### Task to complete
Among the lines of the records below, copy those that hold the word "BLOCKS".

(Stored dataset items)
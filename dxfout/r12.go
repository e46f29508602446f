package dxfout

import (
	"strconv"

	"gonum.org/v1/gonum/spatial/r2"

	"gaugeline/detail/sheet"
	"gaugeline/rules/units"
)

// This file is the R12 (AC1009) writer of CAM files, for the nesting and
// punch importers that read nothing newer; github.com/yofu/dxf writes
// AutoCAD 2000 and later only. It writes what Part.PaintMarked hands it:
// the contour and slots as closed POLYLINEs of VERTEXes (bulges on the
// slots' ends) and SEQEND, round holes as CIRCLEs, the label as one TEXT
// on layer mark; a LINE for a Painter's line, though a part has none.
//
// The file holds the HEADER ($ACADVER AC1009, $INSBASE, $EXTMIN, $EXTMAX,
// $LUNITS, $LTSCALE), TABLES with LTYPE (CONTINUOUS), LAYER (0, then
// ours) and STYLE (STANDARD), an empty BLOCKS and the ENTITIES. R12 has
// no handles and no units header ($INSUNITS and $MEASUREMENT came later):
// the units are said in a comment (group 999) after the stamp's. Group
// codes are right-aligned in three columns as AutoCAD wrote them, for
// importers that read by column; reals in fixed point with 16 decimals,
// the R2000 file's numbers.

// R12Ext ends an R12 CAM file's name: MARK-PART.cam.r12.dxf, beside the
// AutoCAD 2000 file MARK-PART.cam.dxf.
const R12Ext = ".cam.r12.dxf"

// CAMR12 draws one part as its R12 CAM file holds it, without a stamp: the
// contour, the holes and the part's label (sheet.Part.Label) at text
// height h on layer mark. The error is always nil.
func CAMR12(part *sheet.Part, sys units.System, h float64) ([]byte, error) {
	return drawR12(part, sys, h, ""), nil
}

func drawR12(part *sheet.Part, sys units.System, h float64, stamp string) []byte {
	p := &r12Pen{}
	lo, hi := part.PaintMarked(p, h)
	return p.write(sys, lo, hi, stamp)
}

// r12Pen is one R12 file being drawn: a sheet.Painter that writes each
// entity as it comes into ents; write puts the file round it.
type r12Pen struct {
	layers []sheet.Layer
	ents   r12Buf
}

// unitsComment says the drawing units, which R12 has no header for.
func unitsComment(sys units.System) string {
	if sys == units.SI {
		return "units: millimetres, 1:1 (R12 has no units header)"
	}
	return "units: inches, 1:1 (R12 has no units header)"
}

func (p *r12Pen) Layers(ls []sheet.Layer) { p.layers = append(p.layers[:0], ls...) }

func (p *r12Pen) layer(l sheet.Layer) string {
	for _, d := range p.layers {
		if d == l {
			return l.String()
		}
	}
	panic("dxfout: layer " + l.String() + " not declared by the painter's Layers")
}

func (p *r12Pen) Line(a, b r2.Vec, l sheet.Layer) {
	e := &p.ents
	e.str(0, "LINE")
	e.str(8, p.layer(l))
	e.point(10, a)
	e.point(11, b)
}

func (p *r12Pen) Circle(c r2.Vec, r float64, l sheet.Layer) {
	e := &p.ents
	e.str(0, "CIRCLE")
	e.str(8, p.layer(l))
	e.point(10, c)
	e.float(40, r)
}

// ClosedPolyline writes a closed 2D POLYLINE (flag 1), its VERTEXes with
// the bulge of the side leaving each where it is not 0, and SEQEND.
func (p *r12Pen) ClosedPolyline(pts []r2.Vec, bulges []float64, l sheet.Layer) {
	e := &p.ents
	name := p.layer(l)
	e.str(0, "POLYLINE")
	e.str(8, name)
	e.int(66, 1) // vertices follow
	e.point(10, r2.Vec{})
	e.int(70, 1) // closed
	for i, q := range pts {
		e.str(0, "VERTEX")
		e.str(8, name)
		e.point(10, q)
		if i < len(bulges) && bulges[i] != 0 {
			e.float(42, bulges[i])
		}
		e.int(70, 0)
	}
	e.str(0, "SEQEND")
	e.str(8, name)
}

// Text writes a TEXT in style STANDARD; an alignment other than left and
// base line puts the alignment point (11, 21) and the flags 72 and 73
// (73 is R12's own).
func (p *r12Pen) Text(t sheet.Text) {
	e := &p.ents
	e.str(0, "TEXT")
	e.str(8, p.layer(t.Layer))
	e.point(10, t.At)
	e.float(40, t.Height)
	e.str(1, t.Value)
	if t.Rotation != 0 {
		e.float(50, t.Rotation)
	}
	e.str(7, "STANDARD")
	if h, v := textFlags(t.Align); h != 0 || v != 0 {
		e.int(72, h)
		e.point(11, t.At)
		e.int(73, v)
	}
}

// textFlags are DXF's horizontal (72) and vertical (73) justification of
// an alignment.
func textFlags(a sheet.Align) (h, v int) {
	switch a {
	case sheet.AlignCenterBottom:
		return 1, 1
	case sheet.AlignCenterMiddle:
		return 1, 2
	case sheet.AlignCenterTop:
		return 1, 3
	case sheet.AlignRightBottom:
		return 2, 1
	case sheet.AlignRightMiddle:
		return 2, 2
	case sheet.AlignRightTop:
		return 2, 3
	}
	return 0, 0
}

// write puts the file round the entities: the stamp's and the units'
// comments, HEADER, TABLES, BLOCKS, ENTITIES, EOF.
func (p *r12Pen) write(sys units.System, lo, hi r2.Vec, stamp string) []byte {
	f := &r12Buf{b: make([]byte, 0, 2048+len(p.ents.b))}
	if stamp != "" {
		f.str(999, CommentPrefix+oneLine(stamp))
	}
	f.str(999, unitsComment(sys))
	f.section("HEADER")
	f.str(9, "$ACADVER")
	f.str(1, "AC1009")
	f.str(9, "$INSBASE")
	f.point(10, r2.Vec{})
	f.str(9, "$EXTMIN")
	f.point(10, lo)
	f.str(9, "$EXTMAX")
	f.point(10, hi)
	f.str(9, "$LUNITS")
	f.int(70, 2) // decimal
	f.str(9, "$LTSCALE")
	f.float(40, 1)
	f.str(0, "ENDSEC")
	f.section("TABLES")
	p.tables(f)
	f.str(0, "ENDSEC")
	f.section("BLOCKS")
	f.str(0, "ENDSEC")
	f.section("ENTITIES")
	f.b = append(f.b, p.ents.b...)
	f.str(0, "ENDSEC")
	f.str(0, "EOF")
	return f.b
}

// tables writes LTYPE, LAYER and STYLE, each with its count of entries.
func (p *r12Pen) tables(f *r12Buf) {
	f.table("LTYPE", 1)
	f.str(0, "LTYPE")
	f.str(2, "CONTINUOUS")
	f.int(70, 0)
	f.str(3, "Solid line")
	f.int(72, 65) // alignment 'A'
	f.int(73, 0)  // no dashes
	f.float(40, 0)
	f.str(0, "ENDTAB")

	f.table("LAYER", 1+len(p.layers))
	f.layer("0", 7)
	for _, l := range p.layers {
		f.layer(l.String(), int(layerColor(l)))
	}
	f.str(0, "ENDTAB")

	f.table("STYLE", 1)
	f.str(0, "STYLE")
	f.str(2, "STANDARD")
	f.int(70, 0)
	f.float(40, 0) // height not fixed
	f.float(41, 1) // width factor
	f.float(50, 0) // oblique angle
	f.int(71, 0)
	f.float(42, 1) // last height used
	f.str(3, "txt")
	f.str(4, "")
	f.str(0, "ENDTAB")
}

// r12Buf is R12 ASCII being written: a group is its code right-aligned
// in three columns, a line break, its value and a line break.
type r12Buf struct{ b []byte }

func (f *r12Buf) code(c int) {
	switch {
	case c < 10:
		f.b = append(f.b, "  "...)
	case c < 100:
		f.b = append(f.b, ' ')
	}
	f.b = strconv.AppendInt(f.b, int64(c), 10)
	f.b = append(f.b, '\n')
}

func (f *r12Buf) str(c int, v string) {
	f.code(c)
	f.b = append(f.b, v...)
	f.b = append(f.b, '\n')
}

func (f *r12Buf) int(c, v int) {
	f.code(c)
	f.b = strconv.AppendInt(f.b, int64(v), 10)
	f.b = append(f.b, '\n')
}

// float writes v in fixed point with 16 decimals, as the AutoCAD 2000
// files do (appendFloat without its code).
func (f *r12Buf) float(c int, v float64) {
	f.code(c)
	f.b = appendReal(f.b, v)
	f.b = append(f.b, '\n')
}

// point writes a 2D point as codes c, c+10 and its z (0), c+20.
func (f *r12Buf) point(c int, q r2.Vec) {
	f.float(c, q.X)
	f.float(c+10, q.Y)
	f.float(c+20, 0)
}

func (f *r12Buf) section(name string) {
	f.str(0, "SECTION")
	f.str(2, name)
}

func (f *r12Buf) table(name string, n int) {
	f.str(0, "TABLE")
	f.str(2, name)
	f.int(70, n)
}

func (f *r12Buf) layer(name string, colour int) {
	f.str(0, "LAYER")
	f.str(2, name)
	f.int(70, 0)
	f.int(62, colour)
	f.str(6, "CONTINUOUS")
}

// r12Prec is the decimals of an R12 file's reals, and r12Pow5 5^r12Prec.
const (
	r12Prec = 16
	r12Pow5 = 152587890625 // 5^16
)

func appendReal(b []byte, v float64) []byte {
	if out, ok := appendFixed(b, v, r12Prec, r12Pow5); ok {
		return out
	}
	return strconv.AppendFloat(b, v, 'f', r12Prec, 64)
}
* * *
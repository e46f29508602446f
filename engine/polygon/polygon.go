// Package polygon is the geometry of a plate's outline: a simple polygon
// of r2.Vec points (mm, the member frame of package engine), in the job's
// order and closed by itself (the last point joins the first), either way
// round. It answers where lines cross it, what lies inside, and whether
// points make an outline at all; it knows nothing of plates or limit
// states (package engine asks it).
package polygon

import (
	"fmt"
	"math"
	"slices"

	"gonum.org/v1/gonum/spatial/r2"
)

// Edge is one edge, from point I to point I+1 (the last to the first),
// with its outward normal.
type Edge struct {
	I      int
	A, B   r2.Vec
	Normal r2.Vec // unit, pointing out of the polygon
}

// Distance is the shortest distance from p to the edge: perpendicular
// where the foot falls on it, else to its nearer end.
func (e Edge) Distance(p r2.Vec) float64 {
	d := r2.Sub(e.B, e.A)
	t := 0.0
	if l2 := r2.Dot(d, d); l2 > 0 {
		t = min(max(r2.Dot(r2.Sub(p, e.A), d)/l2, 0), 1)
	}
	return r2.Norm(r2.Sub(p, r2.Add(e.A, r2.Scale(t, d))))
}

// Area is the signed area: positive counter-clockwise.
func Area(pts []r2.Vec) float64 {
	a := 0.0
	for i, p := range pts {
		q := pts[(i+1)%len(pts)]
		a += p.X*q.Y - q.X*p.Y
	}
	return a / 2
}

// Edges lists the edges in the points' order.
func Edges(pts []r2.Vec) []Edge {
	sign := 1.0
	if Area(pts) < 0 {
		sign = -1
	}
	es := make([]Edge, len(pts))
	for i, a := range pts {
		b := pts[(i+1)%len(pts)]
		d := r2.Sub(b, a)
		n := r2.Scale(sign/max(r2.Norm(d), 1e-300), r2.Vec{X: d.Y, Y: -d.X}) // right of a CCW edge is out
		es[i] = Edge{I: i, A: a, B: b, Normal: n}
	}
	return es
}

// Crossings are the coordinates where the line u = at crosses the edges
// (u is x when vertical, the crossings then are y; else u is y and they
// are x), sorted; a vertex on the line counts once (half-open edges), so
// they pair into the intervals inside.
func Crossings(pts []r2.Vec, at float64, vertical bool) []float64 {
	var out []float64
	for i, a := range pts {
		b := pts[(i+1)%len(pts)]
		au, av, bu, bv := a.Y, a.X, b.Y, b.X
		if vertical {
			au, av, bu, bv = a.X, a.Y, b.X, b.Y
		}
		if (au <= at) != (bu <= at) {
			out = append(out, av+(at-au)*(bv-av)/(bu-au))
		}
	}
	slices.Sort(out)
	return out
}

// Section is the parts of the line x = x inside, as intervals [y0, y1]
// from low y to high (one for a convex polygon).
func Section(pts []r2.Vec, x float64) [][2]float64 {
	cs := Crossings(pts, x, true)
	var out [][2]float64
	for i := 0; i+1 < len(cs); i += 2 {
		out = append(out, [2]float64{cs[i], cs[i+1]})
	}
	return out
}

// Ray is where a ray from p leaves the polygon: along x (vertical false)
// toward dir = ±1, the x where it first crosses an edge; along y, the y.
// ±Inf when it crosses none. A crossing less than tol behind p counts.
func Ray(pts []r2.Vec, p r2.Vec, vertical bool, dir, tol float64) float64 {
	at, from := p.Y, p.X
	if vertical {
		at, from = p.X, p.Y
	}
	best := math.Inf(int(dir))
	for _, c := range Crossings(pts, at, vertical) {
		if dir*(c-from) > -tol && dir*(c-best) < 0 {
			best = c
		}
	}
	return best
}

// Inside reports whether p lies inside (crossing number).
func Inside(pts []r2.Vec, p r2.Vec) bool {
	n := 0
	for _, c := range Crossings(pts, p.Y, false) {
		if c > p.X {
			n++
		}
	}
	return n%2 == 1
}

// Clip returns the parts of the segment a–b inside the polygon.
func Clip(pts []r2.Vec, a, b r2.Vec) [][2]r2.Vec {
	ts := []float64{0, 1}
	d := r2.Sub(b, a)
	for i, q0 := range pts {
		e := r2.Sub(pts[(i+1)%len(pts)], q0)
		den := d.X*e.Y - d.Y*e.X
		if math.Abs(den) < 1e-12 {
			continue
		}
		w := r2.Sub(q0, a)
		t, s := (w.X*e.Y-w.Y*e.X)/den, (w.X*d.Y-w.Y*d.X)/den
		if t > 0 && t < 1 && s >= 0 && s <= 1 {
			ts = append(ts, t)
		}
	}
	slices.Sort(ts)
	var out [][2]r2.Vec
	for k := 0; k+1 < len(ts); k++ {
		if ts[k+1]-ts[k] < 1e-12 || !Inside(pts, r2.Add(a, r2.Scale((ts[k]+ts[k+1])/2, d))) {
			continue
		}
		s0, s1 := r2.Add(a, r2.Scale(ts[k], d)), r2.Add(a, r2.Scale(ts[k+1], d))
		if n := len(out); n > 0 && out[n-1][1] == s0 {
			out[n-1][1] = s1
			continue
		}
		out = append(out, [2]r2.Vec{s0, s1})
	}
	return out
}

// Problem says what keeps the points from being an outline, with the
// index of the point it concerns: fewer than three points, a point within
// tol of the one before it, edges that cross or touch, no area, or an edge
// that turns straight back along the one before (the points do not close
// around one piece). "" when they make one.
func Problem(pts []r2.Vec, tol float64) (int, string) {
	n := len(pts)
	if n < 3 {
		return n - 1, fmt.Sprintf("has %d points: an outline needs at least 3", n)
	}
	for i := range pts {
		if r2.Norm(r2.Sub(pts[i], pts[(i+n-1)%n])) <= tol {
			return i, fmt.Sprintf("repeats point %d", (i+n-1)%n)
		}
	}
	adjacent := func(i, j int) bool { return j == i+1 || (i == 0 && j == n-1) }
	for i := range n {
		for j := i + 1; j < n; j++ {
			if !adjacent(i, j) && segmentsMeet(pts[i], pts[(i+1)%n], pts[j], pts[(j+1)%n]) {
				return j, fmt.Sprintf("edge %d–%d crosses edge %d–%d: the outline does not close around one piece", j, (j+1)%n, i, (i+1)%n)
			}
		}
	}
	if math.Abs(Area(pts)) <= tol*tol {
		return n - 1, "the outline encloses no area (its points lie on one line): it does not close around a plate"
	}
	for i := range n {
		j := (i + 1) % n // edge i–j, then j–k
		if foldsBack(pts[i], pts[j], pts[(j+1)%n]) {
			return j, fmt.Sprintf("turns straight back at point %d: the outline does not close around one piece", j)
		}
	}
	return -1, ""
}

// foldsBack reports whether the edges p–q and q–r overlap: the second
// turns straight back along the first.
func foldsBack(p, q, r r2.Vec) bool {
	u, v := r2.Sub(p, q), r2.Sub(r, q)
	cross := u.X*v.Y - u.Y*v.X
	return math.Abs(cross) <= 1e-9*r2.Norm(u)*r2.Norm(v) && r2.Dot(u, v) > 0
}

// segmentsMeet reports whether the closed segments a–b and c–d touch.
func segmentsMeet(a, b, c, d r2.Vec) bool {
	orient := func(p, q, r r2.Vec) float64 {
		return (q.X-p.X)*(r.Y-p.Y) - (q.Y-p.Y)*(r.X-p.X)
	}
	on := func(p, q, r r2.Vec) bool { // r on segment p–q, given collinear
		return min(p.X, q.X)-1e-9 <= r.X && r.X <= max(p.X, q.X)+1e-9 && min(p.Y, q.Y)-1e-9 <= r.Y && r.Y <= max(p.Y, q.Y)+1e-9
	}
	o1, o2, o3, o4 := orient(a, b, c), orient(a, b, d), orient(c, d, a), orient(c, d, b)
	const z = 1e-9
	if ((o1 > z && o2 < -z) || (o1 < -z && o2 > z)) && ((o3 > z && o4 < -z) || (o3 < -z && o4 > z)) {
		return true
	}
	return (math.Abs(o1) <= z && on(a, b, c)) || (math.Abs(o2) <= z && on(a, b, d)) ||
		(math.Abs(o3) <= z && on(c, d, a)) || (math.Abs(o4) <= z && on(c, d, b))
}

### Exercise answer
// ours) and STYLE (STANDARD), an empty BLOCKS and the ENTITIES. R12 has
// comments, HEADER, TABLES, BLOCKS, ENTITIES, EOF.
	f.section("BLOCKS")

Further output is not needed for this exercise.